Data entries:

::::::::::

"""Exchange rates from one measured spectrum: lineshape fitting with honest uncertainties.

The fitted spectrum is the engine's complex lineshape S = A - i D (A absorption, D dispersion, both
per Hz) of the model, with nuisance terms a measured spectrum needs:

    y(nu) = amplitude * Re[exp(i phi(nu)) S(nu - offset)] + sum_j baseline_j x^j
          = amplitude * [cos(phi) A + sin(phi) D] + baseline,

    phi(nu) = phase0 + phase1 (nu - nu_centre) / span,   x = (nu - nu_centre) / (span / 2),

nu in Hz, nu_centre and span the centre and width of the fitted region (x runs from -1 at its
low-ppm end to +1 at its high-ppm end).  ``phase0_deg`` is therefore the phase *error* the data carry
(a positive value mixes in positive dispersion, which is positive on the high-frequency side of a
line); ``phase1_deg`` is the change of that error across the region; a positive ``offset_hz`` moves
every line to higher frequency.

Parameters (lmfit, one per quantity; each can be fixed, bounded or tied by an lmfit expression):
``log10_k_<process>`` (rates are fitted on a log scale), ``amplitude``, ``baseline_0..3``,
``phase0_deg``, ``phase1_deg``, ``offset_hz``, ``linewidth_hz_<state>``, ``population_<state>``,
``shift_ppm_<state>_<spin>``, ``coupling_hz_<state>_<spin>_<spin>`` (one per coupling the model file
gives).  Names are the model's names with anything but letters, digits and _ turned into _.

Method
------
1. *Noise*: the standard deviation of the points in signal-free parts of the spectrum (given as
   ``noise_ppm``, else the spectrum outside the fitted region, else the outer eighths of the region),
   detrended in short segments and estimated robustly (from the median absolute residual, then the
   standard deviation of the points within 3.5 of those, corrected for the clipping).  Points of
   processed spectra are often correlated (zero filling, apodisation); the correlation factor
   c = 1 + 2 sum_k rho_k over the significant lags of the noise autocorrelation counts how many points
   carry one point's worth of information.
2. *Coarse scan*: log k is scanned over ``rate_scan_per_s`` (default 1e-2 to 1e7 s^-1, 37 points).
   At every point the amplitude, zero-order phase and baseline enter linearly and are solved by linear
   least squares, and the frequency offset is found by cross-correlation, so the scan needs no start
   value for any of them.  The best scan point, the second-best local minimum and a start value from
   the caller (a neighbouring temperature) are each refined, and the best refinement is kept.
3. *Refinement*: lmfit ``least_squares`` (trust region, bounds) on residuals divided by the noise.
4. *Uncertainties*: chi-square = sum ((data - fit) / noise)^2.  The covariance is (J^T J)^-1 of those
   residuals multiplied by the error scale s = c x (reduced chi-square if the fit is significantly
   worse than the noise, else 1).  lmfit's ``scale_covar`` is not used: rescaling by the reduced
   chi-square always would shrink the errors of a fit that looks better than the noise and hide a
   model that does not describe the data.
5. *Identifiability*: for every fitted rate, chi-square is profiled over log k (every other free
   parameter re-optimised at each point) out to where it has risen by s (the 68 % interval).  If the
   profile never rises that far towards slow exchange (down to ``rate_limits_per_s[0]``) the data only
   give an upper bound (lines too narrow to show the exchange broadening); if it stays flat towards
   fast exchange the data give a lower bound (the averaged line's excess width is below what the noise
   resolves).  Either way the standard error is left empty.  A two-sided interval far from symmetric
   about the best fit, or from the quadratic error, is reported as an interval instead of an error bar.
   A one-sided bound at this level is an 84 % confidence limit.  An error bar that would reach past a
   limit of the allowed range is never quoted: the range, not the data, cut it.  A profile that finds
   a better fit restarts the fit from there (up to ``PROFILE_RESTARTS`` times); the last profile keeps
   going, counts the rise from the lowest chi-square it found (which can only widen the interval), and
   the fit is flagged "unstable" with its rates given as intervals or bounds.  Without a profile a rate
   within its error of a limit is "undetermined".  A free nuisance parameter that ends at a bound of
   its range (a linewidth at its lower limit) cuts the profile too: the rate is then given as an
   interval, never as an error bar.
6. *Held parameters with an uncertainty*: a parameter held fixed with a ``stderr`` setting (a shift
   from the slow-exchange trend, a linewidth from a reference line) carries that error into every rate.
   The optimum x of the free parameters moves with a held parameter theta as
   dx/dtheta = -(Jx^T Jx)^-1 Jx^T Jtheta (implicit differentiation of the normal equations at the
   optimum; Jacobians by central differences), and var(log10 k) gains sum_theta (dlog10k/dtheta
   stderr_theta)^2 (held parameters taken as independent).  The same amount widens each side of the
   profile interval in quadrature.  Each rate keeps the split (``log10_stderr_spectrum``,
   ``log10_stderr_held`` and the share of every held parameter).
"""
from __future__ import annotations

import dataclasses
import math
import re
from collections.abc import Mapping, Sequence
from dataclasses import dataclass, field
from pathlib import Path
from typing import TYPE_CHECKING, Any

import lmfit
import numpy as np
from scipy import signal, stats

from dnmr.engine.blocks import default_window_ppm, lineshape_terms
from dnmr.fitting.workers import single_threaded_blas
from dnmr.formatting import significant
from dnmr.errors import InputError, did_you_mean
from dnmr.model import Model
from dnmr.modelparts import parse_coupling_key
from dnmr.io.measured import MIN_POINTS, MeasuredSpectrum
from dnmr.io.readers import read_spectrum
from dnmr.notebook import NotebookView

::::::::::

• **Assigned task**
Among the entries above, copy exactly only the lines starting with the one containing "dx/dtheta = -(Jx^T" and going through the one containing "from dataclasses import dataclass, field", both ends included.

• **Exercise answer**
   dx/dtheta = -(Jx^T Jx)^-1 Jx^T Jtheta (implicit differentiation of the normal equations at the
   optimum; Jacobians by central differences), and var(log10 k) gains sum_theta (dlog10k/dtheta
   stderr_theta)^2 (held parameters taken as independent).  The same amount widens each side of the
   profile interval in quadrature.  Each rate keeps the split (``log10_stderr_spectrum``,
   ``log10_stderr_held`` and the share of every held parameter).
"""
from __future__ import annotations

import dataclasses
import math
import re
from collections.abc import Mapping, Sequence
from dataclasses import dataclass, field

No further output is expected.